Within the records below, how many lines hold the word "document"? Only the number should be returned.

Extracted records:
====================
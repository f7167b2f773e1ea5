// Shared page helpers for files and time axes. Moving text and bytes only:
// parsing and every figure are the core's.
'use strict';
const Files = (() => {
  const MAX_BYTES = 20 * 1024 * 1024; // the core refuses larger texts too

  /** Offers `text` as a download named `name`. */
  function download(name, text, type = 'text/plain') {
    const blob = new Blob([text], { type });
    const a = Echo.h('a', { href: URL.createObjectURL(blob), download: name });
    document.body.append(a); a.click(); a.remove();
    setTimeout(() => URL.revokeObjectURL(a.href), 1000);
  }

  /** Reads a File as text, refusing one over 20 MB before reading it. */
  async function read(file) {
    if (file.size > MAX_BYTES) {
      throw new Error(`file refused: ${(file.size / 1048576).toFixed(1)} MB is larger than 20 MB (the page reads at most 20 MB)`);
    }
    return file.text();
  }

  /** Makes `zone` accept dropped files: onFiles(FileList). */
  function dropZone(zone, onFiles) {
    zone.addEventListener('dragover', (e) => { e.preventDefault(); zone.classList.add('dragging'); });
    zone.addEventListener('dragleave', (e) => { if (!zone.contains(e.relatedTarget)) zone.classList.remove('dragging'); });
    zone.addEventListener('drop', (e) => {
      e.preventDefault();
      zone.classList.remove('dragging');
      if (e.dataTransfer && e.dataTransfer.files && e.dataTransfer.files.length) onFiles(e.dataTransfer.files);
    });
  }

  /** A tick formatter for a time axis in seconds with one prefix for the whole axis. */
  function timeAxis(lo, hi) {
    const span = Math.max(Math.abs(lo), Math.abs(hi));
    const [f, p] = span < 1e-6 ? [1e-9, 'ns'] : span < 1e-3 ? [1e-6, 'µs'] : span < 1 ? [1e-3, 'ms'] : [1, 's'];
    return { fmt: (v) => plain(v / f), unit: p };
  }

  /** A tick formatter that trims trailing zeros. */
  const plain = (v) => (v === 0 ? '0' : Fmt.sig(v, 3).replace(/(\.\d*?)0+$/, '$1').replace(/\.$/, ''));

  return { download, read, dropZone, timeAxis, plain, MAX_BYTES };
})();
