/// What the header says about the data.
#[derive(Clone, Copy, Debug, PartialEq)]
pub struct Header<T, const P: usize> {
    /// The version.
    pub version: Version,
    /// Frequency unit in Hz (1, 1e3, 1e6 or 1e9).
    pub freq_unit_hz: T,
    /// The parameter.
    pub parameter: Parameter,
    /// The number format.
    pub format: Format,
    /// The option line's reference R, Ω.
    pub r_ohm: T,
    /// Per-port references, Ω (the first [`Header::ports`] are valid; default R).
    pub refs_ohm: [T; P],
    /// Port count, once known.
    pub ports: Option<usize>,
    /// Two-port order: `true` for N11 N21 N12 N22 (version 1 and `21_12`).
    pub order_21_12: bool,
    /// Stored part of the matrix.
    pub matrix: MatrixFormat,
}

impl<T: Real, const P: usize> Header<T, P> {
    /// Port 1 of `point` as a reflection coefficient at the real reference
    /// `z_ref_ohm` > 0.
    ///
    /// One-port S data are renormalised from the port's reference R₁ by
    /// Γ' = (s − r)/(1 − r·s), r = (Zr − R₁)/(Zr + R₁); Z data give
    /// Γ = (Z − Zr)/(Z + Zr) and Y data Γ = (1 − Y·Zr)/(1 + Y·Zr), with Z = z·R₁
    /// and Y = y/R₁ in version 1 (normalised values) and as read in 2.0. For more
    /// than one port only S data at `z_ref_ohm` = R₁ are accepted (S11 itself).
    ///
    /// Errors: [`Error::NotPositive`]`("z_ref_ohm")`;
    /// [`Error::Undefined`]`("parameter")` for H/G data or multi-port Z/Y;
    /// [`Error::Undefined`]`("z_ref_ohm")` for multi-port S at another reference.
    pub fn s11(&self, point: &NetworkPoint<T, P>, z_ref_ohm: T) -> Result<Cx<T>> {
        let zr = error::positive(z_ref_ohm, "z_ref_ohm")?;
        let v = point.get(0, 0).ok_or(Error::Undefined("parameter"))?;
        let r1 = self.refs_ohm.first().copied().unwrap_or(self.r_ohm);
        let one = cx(T::one(), T::zero());
        let ports = point.ports;
        let v2 = self.version == Version::V2;
        match self.parameter {
            Parameter::S if ports == 1 => {
                if zr == r1 {
                    return Ok(v);
                }
                let r = cx((zr - r1) / (zr + r1), T::zero());
                Ok(complex::div(v - r, one - r * v))
            }
            Parameter::S => {
                if zr == r1 {
                    Ok(v)
                } else {
                    Err(Error::Undefined("z_ref_ohm"))
                }
            }
            Parameter::Z if ports == 1 => {
                let z = if v2 { v } else { v * r1 };
                let zrc = cx(zr, T::zero());
                Ok(complex::div(z - zrc, z + zrc))
            }
            Parameter::Y if ports == 1 => {
                let y = if v2 { v } else { v / r1 };
                let yz = y * zr;
                Ok(complex::div(one - yz, one + yz))
            }
            _ => Err(Error::Undefined("parameter")),
        }
    }
}
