// Boot, second half: instantiate the core from the module compiled by
// page/js/load.js (wasm-bindgen's no-modules init, given an object) and start.
'use strict';
(async () => {
  const boot = document.getElementById('boot');
  try {
    const module = await ECHOLINE_MODULE;
    performance.mark('echoline:core-compiled');
    await wasm_bindgen({ module_or_path: module });
    performance.mark('echoline:core-ready');
    Echo.start(wasm_bindgen);
    boot.textContent = '';
  } catch (e) {
    boot.className = 'boot failed';
    boot.textContent = `The computing core could not start in this browser: ${(e && e.message) || e}`;
  }
})();
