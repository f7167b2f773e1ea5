// Small hand-written SVG plots. Drawing only: positions are scaled from values
// the core computed; no physics here.
'use strict';
const Plot = (() => {
  const NS = 'http://www.w3.org/2000/svg';
  function svg(tag, attrs, text) {
    const e = document.createElementNS(NS, tag);
    for (const [k, v] of Object.entries(attrs || {})) e.setAttribute(k, String(v));
    if (text !== undefined) e.textContent = text;
    return e;
  }

  /** A "nice" axis step (1, 2 or 5 × 10^k) giving about `count` ticks up to `max`. */
  function niceStep(max, count) {
    const raw = max / count;
    const p = 10 ** Math.floor(Math.log10(raw));
    const m = raw / p;
    return (m <= 1 ? 1 : m <= 2 ? 2 : m <= 5 ? 5 : 10) * p;
  }

  /**
   * A cable drawn from the instrument (0) outward, with the interval [lo, hi]
   * as a band and the best estimate as a mark. All values in one display unit.
   */
  function interval(host, { best, lo, hi, unit, label }) {
    host.textContent = '';
    if (![best, lo, hi].every(Number.isFinite) || hi <= 0) return;
    const W = Math.max(240, Math.round(host.clientWidth || 320)), H = 74, L = 4, R = 4, y = 30;
    const step = niceStep(hi * 1.15, 5);
    const max = Math.ceil((hi * 1.08) / step) * step;
    const X = (v) => L + ((W - L - R) * v) / max;
    const root = svg('svg', { viewBox: `0 0 ${W} ${H}`, width: W, height: H, role: 'img', 'aria-label': label });
    root.append(svg('title', {}, label));
    root.append(svg('rect', { class: 'band', x: X(lo), y: y - 11, width: Math.max(6, X(hi) - X(lo)), height: 22, rx: 3 }));
    root.append(svg('line', { class: 'cable', x1: X(0), y1: y, x2: X(max), y2: y }));
    root.append(svg('line', { class: 'mark', x1: X(best), y1: y - 16, x2: X(best), y2: y + 16 }));
    root.append(svg('text', { class: 'strong', x: X(best), y: y - 19, 'text-anchor': 'middle' }, 'fault?'));
    const ticks = Math.round(max / step);
    for (let i = 0; i <= ticks; i++) {
      const v = i * step;
      const t = Number(v.toPrecision(6));
      const last = i === ticks;
      root.append(svg('line', { class: 'axis', x1: X(v), y1: y + 18, x2: X(v), y2: y + 23 }));
      root.append(svg('text', { x: X(v), y: y + 36, 'text-anchor': i === 0 ? 'start' : last ? 'end' : 'middle' },
        last ? `${t} ${unit}` : `${t}`));
    }
    root.append(svg('text', { x: X(0), y: y - 19 }, 'instrument'));
    host.append(root);
  }

  return { svg, niceStep, interval };
})();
====================
TASK ANSWER >>
3